**WHAT TO DO**
Take every line from the entries below that includes the word "FindingKind" and copy it.

==== DATASET ENTRIES ====

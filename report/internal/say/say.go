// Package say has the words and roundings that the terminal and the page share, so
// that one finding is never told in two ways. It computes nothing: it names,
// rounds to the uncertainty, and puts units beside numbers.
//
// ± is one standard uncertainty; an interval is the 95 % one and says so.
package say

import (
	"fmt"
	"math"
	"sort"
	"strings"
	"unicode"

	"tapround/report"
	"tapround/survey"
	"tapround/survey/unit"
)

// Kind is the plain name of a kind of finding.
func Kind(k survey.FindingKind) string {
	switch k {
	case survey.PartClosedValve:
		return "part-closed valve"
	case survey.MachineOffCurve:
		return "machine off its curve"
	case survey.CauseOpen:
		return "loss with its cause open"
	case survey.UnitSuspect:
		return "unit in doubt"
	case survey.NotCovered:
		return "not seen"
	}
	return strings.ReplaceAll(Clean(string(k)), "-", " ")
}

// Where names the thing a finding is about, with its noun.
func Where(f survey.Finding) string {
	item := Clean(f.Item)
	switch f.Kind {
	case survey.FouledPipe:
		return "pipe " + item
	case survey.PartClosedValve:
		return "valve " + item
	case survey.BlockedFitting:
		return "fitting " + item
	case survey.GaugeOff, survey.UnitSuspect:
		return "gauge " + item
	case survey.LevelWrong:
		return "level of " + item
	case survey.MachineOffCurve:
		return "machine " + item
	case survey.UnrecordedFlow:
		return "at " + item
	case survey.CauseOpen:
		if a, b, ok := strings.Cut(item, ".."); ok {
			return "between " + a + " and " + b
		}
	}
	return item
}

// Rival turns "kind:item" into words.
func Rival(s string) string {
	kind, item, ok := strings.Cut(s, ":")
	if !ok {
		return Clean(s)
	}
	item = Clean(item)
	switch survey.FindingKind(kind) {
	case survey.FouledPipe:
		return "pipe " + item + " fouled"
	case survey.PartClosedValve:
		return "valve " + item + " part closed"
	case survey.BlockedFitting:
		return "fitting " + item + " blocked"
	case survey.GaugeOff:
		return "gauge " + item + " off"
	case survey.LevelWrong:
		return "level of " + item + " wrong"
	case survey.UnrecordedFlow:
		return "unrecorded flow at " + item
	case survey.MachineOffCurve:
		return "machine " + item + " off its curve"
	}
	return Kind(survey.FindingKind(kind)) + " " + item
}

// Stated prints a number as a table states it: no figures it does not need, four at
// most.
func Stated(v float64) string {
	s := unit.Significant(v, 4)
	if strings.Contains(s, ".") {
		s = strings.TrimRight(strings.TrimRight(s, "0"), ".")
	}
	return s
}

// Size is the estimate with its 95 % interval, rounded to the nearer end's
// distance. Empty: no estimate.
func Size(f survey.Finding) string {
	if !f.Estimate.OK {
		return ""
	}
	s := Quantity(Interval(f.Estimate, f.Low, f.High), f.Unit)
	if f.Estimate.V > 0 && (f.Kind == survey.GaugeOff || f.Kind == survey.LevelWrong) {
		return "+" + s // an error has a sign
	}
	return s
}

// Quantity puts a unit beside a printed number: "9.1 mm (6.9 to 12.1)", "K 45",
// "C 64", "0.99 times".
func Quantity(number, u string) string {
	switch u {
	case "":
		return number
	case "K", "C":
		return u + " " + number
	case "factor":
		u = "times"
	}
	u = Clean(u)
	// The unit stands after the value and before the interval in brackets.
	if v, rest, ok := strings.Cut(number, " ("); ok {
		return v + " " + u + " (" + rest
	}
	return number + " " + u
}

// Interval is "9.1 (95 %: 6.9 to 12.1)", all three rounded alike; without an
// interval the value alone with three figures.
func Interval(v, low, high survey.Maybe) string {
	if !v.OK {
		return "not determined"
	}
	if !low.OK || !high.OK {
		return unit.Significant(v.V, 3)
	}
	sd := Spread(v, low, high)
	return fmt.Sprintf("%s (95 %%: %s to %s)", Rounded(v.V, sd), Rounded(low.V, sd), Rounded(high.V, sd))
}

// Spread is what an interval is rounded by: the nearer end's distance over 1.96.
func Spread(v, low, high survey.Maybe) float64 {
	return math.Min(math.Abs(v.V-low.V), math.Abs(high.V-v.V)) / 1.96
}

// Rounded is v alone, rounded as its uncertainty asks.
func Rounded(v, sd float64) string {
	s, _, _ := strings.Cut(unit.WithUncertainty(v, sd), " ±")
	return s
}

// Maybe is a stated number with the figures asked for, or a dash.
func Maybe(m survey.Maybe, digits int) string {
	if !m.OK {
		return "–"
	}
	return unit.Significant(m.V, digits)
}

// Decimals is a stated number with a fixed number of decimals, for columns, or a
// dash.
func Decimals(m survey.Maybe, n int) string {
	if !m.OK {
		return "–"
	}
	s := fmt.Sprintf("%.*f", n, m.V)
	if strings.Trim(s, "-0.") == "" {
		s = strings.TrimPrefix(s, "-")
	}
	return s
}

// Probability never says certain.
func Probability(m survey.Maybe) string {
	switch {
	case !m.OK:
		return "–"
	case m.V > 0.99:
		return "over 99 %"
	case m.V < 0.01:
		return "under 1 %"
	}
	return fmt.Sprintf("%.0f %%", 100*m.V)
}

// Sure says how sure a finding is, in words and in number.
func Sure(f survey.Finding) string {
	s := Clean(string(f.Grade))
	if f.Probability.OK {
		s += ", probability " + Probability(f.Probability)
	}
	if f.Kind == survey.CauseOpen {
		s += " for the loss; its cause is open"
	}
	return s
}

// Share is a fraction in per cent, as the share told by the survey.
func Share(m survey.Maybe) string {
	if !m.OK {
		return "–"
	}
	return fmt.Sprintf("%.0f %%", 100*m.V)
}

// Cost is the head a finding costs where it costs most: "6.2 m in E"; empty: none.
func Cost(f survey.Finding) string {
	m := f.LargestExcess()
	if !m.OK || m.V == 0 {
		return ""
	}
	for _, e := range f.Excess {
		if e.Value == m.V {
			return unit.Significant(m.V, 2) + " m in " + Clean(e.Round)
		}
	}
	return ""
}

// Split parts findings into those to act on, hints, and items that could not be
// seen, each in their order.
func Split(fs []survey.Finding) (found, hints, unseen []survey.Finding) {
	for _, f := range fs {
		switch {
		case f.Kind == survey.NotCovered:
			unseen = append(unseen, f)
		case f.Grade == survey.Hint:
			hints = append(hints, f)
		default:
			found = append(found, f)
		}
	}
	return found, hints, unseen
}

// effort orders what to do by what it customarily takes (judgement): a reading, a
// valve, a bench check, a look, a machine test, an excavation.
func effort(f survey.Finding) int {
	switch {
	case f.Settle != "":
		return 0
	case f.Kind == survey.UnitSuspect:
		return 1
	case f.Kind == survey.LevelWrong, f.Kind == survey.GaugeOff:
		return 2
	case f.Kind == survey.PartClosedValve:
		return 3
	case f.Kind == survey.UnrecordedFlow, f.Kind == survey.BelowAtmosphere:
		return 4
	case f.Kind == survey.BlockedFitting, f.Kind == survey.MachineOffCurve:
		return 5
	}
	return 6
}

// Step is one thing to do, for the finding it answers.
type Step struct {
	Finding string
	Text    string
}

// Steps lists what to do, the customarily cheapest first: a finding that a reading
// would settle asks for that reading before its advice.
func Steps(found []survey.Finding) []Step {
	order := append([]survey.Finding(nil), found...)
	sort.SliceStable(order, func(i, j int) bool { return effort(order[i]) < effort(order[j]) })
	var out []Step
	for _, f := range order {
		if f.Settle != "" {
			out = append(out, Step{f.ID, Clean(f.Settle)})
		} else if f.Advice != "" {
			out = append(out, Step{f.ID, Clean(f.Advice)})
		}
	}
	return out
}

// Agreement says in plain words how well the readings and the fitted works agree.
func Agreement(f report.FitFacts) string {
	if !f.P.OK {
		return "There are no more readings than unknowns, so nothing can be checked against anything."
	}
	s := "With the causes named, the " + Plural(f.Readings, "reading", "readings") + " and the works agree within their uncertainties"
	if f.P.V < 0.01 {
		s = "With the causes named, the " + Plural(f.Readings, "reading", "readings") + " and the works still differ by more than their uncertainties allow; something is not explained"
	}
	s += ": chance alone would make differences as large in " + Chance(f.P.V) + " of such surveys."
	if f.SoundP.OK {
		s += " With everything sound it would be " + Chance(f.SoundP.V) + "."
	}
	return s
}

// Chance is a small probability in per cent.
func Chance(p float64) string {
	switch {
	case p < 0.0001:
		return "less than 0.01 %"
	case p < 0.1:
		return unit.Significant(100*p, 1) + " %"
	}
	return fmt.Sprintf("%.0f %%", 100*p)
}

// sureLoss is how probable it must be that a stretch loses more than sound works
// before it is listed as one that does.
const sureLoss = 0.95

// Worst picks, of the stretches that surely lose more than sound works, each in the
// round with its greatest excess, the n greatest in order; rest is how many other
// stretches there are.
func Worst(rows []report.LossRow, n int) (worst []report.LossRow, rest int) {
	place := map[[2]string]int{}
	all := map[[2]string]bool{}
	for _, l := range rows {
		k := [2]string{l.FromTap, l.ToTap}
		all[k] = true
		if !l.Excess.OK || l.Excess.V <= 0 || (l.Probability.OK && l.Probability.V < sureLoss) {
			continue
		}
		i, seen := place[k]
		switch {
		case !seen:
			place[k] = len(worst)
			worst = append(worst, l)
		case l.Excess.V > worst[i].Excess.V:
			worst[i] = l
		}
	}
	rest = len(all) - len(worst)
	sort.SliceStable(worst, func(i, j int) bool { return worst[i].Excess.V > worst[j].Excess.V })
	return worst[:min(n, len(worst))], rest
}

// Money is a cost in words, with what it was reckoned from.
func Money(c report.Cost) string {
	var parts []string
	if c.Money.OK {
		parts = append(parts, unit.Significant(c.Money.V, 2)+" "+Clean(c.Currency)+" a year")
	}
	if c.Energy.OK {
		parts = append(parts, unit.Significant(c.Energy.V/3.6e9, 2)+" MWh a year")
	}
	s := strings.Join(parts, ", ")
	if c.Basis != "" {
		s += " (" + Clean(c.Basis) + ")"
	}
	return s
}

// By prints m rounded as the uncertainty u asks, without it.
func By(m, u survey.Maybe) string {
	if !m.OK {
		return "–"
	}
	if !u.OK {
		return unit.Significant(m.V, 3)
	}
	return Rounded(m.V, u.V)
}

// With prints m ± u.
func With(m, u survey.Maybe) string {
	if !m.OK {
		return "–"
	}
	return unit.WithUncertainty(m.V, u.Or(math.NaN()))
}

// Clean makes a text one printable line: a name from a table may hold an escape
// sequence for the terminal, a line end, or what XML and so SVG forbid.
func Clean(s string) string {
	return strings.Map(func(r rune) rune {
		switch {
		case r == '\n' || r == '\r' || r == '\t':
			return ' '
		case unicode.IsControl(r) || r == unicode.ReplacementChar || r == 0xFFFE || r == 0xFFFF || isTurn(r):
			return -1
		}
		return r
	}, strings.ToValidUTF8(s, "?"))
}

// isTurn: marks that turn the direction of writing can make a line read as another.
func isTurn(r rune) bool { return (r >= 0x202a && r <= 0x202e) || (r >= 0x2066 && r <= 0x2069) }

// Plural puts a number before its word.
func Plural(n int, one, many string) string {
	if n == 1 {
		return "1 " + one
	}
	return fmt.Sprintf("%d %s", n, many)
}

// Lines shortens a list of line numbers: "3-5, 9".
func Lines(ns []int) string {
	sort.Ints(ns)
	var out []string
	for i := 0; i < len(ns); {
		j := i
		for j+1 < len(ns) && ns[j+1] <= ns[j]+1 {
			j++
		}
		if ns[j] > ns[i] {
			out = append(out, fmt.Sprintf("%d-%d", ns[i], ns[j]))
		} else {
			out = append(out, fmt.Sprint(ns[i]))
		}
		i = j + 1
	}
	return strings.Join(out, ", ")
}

====

**REPLY TO THE EXERCISE**
func Kind(k survey.FindingKind) string {
	switch survey.FindingKind(kind) {
	return Kind(survey.FindingKind(kind)) + " " + item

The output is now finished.